Unlike the television show, which is able to maintain an omniscient viewpoint across a sprawling ensemble cast, George R.R. Martin's A Song Of Ice And Fire novels are told from a strict third-person perspective, with each chapter told from a specific character's singular point-of-view. That means the books can never feature scenes between non-POV characters like the fascinating conversations between bitter spouses Robert and Cersei in Season 1, or the compelling interaction between the Hound and Beric Dondarrion in the Season 7 premiere.
What does this have to do with the Iron Throne? Well, once you've read all five of Martin's novels, it becomes apparent that the author never writes from the point-of-view of a monarch. In another example of the ways in which Martin subverts traditional fantasy tropes, he is less concerned with the affairs of monarchs than with the struggles of the people around them.
King Robert was never a POV character; none of the would-be rulers involved in the War Of The Five Kings were POV characters; neither King-Beyond-The-Wall Mance Rayder nor young King Tommen were ever POV characters. Rather, Robb's story was told from the perspective of his mother Catelyn, Stannis' through Davis, Mance's through Jon, Tommen through Cersei, etc. So, unless Martin suddenly decides to change the fundamental way he has approached his story for five novels, thousands of pages, and 21 years, nobody who has been a POV character will end up on the Iron Throne.
In the end, it's likely that A Song Of Ice And Fire will end the same way it began: As the story of "cripples, bastards, and broken things" and not the story of kings and queens. So if none of the story's protagonists are destined to rule Westeros — if even Dany and Jon exist in service to some larger story — then who will win the game of thrones? The assumed requirement that it be a non-POV character certainly lends credence to the theory that Gendry will be king, claiming the throne as the sole surviving offspring of King Robert Baratheon.
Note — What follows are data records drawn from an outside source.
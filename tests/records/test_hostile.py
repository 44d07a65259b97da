"""Containers and files made to harm: refused with a reason, in bounded time and memory."""

from __future__ import annotations

import contextlib
import json
import os
import stat
import struct
import tracemalloc
import zipfile
from pathlib import Path

import pytest
from hypothesis import HealthCheck, given, settings
from hypothesis import strategies as some

from trunnion.cli.exits import ExitCode
from trunnion.errors import TrunnionError
from trunnion.records import bag, reading
from trunnion.records.armour import parse_signature
from trunnion.records.audit import Verdict, audit
from trunnion.records.casework import read_findings
from trunnion.records.contents import contents
from trunnion.records.find import find
from trunnion.records.keylist import parse_keys
from trunnion.records.reading import opened
from trunnion.records.statements import parse

MEMORY = 64_000_000  # bytes the reader may allocate while it refuses; the limits in reading.py are of unpacked bytes
_QUICK = settings(max_examples=60, deadline=None, suppress_health_check=[HealthCheck.function_scoped_fixture])


def made(path: Path, *entries: tuple[str | zipfile.ZipInfo, bytes], method: int = zipfile.ZIP_STORED) -> Path:
    with zipfile.ZipFile(path, "w", method) as archive:
        for name, content in entries:
            archive.writestr(name, content)
    return path


def refused(path: Path) -> str:
    """The reason for which the reader refuses, having allocated little and written nothing outside."""
    tracemalloc.start()
    try:
        with pytest.raises(TrunnionError) as caught, opened(path):
            pass
        assert tracemalloc.get_traced_memory()[1] < MEMORY
    finally:
        tracemalloc.stop()
    assert caught.value.fault.remedy
    return caught.value.fault.cause


@pytest.mark.parametrize(("name", "reason"), [
    ("../evil.txt", "leads elsewhere"), ("a/../../evil.txt", "leads elsewhere"), ("/etc/evil", "absolute path"),
    ("C:/evil", "absolute path"), ("a\\..\\evil", "signs that do not belong"), ("a/./b", "leads elsewhere"),
    ("a//b", "leads elsewhere"), ("a/b\x01", "signs that do not belong"), ("a/b\nc", "signs that do not belong"),
    ("a/b.", "not every system"), ("a/b:stream", "not every system"), ("a/" + "x" * 600, "too long"),
    ("/".join("abcdefghijklmnopqrstuvwxyz"), "too long"), ("", "leads elsewhere"),
])  # fmt: skip
def test_paths_that_lead_elsewhere_are_refused(tmp_path, name: str, reason: str) -> None:
    entry = zipfile.ZipInfo("placeholder")
    entry.filename = entry.orig_filename = name
    assert reason in refused(made(tmp_path / "x.zip", (entry, b"evil")))
    assert not (tmp_path / "evil.txt").exists()


def test_links_and_devices_are_refused(tmp_path) -> None:
    for kind in (stat.S_IFLNK, stat.S_IFCHR, stat.S_IFIFO):
        entry = zipfile.ZipInfo("a/link")
        entry.create_system = 3
        entry.external_attr = (kind | 0o777) << 16
        assert "link or a device" in refused(made(tmp_path / "x.zip", (entry, b"/etc/passwd")))


def test_links_in_a_folder_are_refused(tmp_path) -> None:
    (tmp_path / "bag").mkdir()
    os.symlink("/etc/passwd", tmp_path / "bag" / "link")
    assert "link or a device" in refused(tmp_path / "bag")
    (tmp_path / "second").mkdir()
    os.mkfifo(tmp_path / "second" / "pipe")
    assert "link or a device" in refused(tmp_path / "second")


@pytest.mark.parametrize(
    ("first", "second"), [("a/B.txt", "a/b.TXT"), ("a/b", "a/b"), ("a/é", "a/e\u0301"), ("a/x", "A/X")]
)
@pytest.mark.filterwarnings("ignore:Duplicate name")
def test_names_that_meet_are_refused(tmp_path, first: str, second: str) -> None:
    assert "only in case" in refused(made(tmp_path / "x.zip", (first, b"1"), (second, b"2")))


def test_names_that_are_not_utf_8_are_refused(tmp_path) -> None:
    path = made(tmp_path / "x.zip", ("a/xx", b"1"))
    path.write_bytes(path.read_bytes().replace(b"a/xx", b"a/\xff\xfe"))
    assert "not UTF-8" in refused(path)


def test_a_zip_bomb_is_refused_by_what_it_says_and_by_what_it_does(tmp_path) -> None:
    big = made(tmp_path / "x.zip", ("a/zeros", bytes(120_000_000)), method=zipfile.ZIP_DEFLATED)
    assert "unpacks to more than" in refused(big)
    content = big.read_bytes()
    lying = content.replace(struct.pack("<I", 120_000_000), struct.pack("<I", 1000))
    (tmp_path / "y.zip").write_bytes(lying)
    assert "damaged" in refused(tmp_path / "y.zip") or "larger than it says" in refused(tmp_path / "y.zip")


def test_huge_counts_are_refused_before_they_are_read(tmp_path) -> None:
    path = made(tmp_path / "x.zip", ("a/b", b"1"))
    content = bytearray(path.read_bytes())
    content[-22 + 10 : -22 + 12] = struct.pack("<H", 60_000)
    path.write_bytes(bytes(content))
    assert "too many files" in refused(path)
    content[-22 + 10 : -22 + 12] = struct.pack("<H", 1)
    content[-22 + 12 : -22 + 16] = struct.pack("<I", 4_000_000_000)
    path.write_bytes(bytes(content))
    assert "too many files" in refused(path)


def test_too_many_files_are_refused(tmp_path, monkeypatch) -> None:
    monkeypatch.setattr(reading, "MOST_FILES", 10)
    path = made(tmp_path / "x.zip", *((f"a/{number}", b"") for number in range(11)))
    assert "too many files" in refused(path)


@pytest.mark.parametrize(
    "spoil", ["truncated", "empty", "no zip", "encrypted", "two folders", "a file alone", "odd method"]
)
def test_other_containers_that_are_none(tmp_path, spoil: str) -> None:
    path = made(tmp_path / "x.zip", ("a/b", b"1" * 1000), ("a/c", b"2" * 1000))
    content = path.read_bytes()
    if spoil == "truncated":
        path.write_bytes(content[: len(content) // 2])
    elif spoil == "empty":
        path.write_bytes(b"")
    elif spoil == "no zip":
        path.write_bytes(b"%PDF-1.7 no zip at all" * 100)
    elif spoil == "encrypted":
        flags = content.rfind(b"PK\x01\x02") + 8
        path.write_bytes(content[:flags] + b"\x01" + content[flags + 1 :])
    elif spoil == "two folders":
        made(path, ("a/b", b"1"), ("c/d", b"2"))
    elif spoil == "a file alone":
        made(path, ("b", b"1"))
    else:
        made(path, ("a/b", b"1" * 1000), method=zipfile.ZIP_LZMA)
    assert refused(path)


def test_an_audit_of_such_a_thing_is_not_valid_and_no_crash(tmp_path, capsys) -> None:
    from trunnion.cli.main import outcome

    made(tmp_path / "x.zip", ("../evil", b"1"))
    assert outcome(["audit", str(tmp_path / "x.zip")]) == ExitCode.NOT_MET
    assert outcome(["audit", str(tmp_path / "nowhere")]) == ExitCode.NOT_MET
    assert "there is no archive" in capsys.readouterr().out
    assert [name for name, _ in find(tmp_path, ["x"]).unread] == ["x.zip"]


@pytest.mark.parametrize("content", [
    b"[" * 100_000, b"{}", b"[]", b"null", b'{"calculations": 3}', b'{"calculations": [{"id": 1}]}', b"\xff\xfe",
    b"1e999",
    b'{"document": {"number": "x", "revision": "A"}, "calculations": [], "requirements": [], "decisions": []}',
])  # fmt: skip
def test_results_that_are_none_make_an_archive_not_valid(tmp_path, content: bytes) -> None:
    """Whole bags around files that are not what they should be: a row that fails, never a crash."""
    record = [f"issued/record/{name}" for name in ("record.json", "findings.json", "allowed_signers")]
    names = ["issued/results.json", "issued/digests.json", "package/results.json", "workbook/workbook.yaml", *record]
    files = bag.make(dict.fromkeys(names, content), [("Bagging-Date", "2031-05-28")], {"README.txt": b"words"})
    (tmp_path / "x.zip").write_bytes(bag.zipped("x", {**files, bag.SIGNATURE: content}, "2031-05-28"))
    assert audit(tmp_path / "x.zip").verdict is Verdict.NOT_VALID
    find(tmp_path, ["x"])


@_QUICK
@given(some.binary(max_size=400))
def test_any_bytes_read_as_an_archive_end_in_a_reason(tmp_path, content: bytes) -> None:
    path = tmp_path / "x.zip"
    for tail in (b"", b"PK\x05\x06" + bytes(18)):
        path.write_bytes(content + tail)
        with pytest.raises(TrunnionError), opened(path):
            pass


_JSON = some.recursive(
    some.none() | some.booleans() | some.integers() | some.floats() | some.text(max_size=8),
    lambda inner: some.lists(inner, max_size=4) | some.dictionaries(
        some.sampled_from(["id", "calculations", "requirements", "decisions", "results", "checks", "findings", "state",
                           "digest", "inputs", "candidates", "parts", "schema", "kind", "document", "role", "person",
                           "time", "number", "revision", "deviation", "reason"]) | some.text(max_size=4),
        inner, max_size=6),
    max_leaves=30,
)  # fmt: skip


@_QUICK
@given(_JSON)
def test_any_json_read_as_results_statement_or_findings_ends_in_a_value_or_one_error(value) -> None:
    content = json.dumps(value).encode()
    for reader in (lambda: contents(value), lambda: parse(content), lambda: read_findings(content)):
        with contextlib.suppress(TrunnionError):
            reader()


@_QUICK
@given(some.binary(max_size=300) | some.text(max_size=200).map(lambda text: text.encode("utf-8", "replace")))
def test_any_bytes_read_as_keys_or_signature_end_in_a_value_or_one_error(content: bytes) -> None:
    parse_keys(content)
    parse_keys(b'c1 namespaces="x" ssh-ed25519 ' + content)
    with pytest.raises(TrunnionError):
        parse_signature(content)
    with pytest.raises(TrunnionError):
        parse_signature(b"-----BEGIN SSH SIGNATURE-----\nU1NIU0lH\n" + content + b"-----END SSH SIGNATURE-----\n")


def test_the_folder_reader_counts_too(tmp_path, monkeypatch) -> None:
    monkeypatch.setattr(reading, "MOST_FILES", 3)
    for number in range(5):
        (tmp_path / f"{number}").write_bytes(b"")
    assert "more than 3 files" in refused(tmp_path)


def test_what_is_opened_is_gone_afterwards(tmp_path) -> None:
    made(tmp_path / "x.zip", ("a/b", b"1"))
    with opened(tmp_path / "x.zip") as root:
        assert (root / "b").read_bytes() == b"1"
    assert not root.exists()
Of course, with the show now so far off-script from Martin's source material, there's no guarantee that things will play out the same onscreen as they will on the page. While it seems doubtful that the showrunners would change anything so major as who ends up on the Iron Throne, it is at least possible that they have a totally different ending in mind. After all, based on this guideline, it's unlikely that Cersei will ever become queen in the books the way she did on the show, since she started getting her own POV chapters in Martin's fourth novel, A Feast For Crows.
Westeros has been so devastated by the events of the series, with so many major houses wiped off the map, that there will be few people left to pick up the pieces if both Dany and Jon ultimately perish in the Great War to come. If neither of them are destined to rule the Seven Kingdoms, maybe the most pessimistic fan theory has been right all along, and nobody will win the game of thrones… because the title of the series itself is just one big red herring, and there will be no throne left to sit on when all is said and done.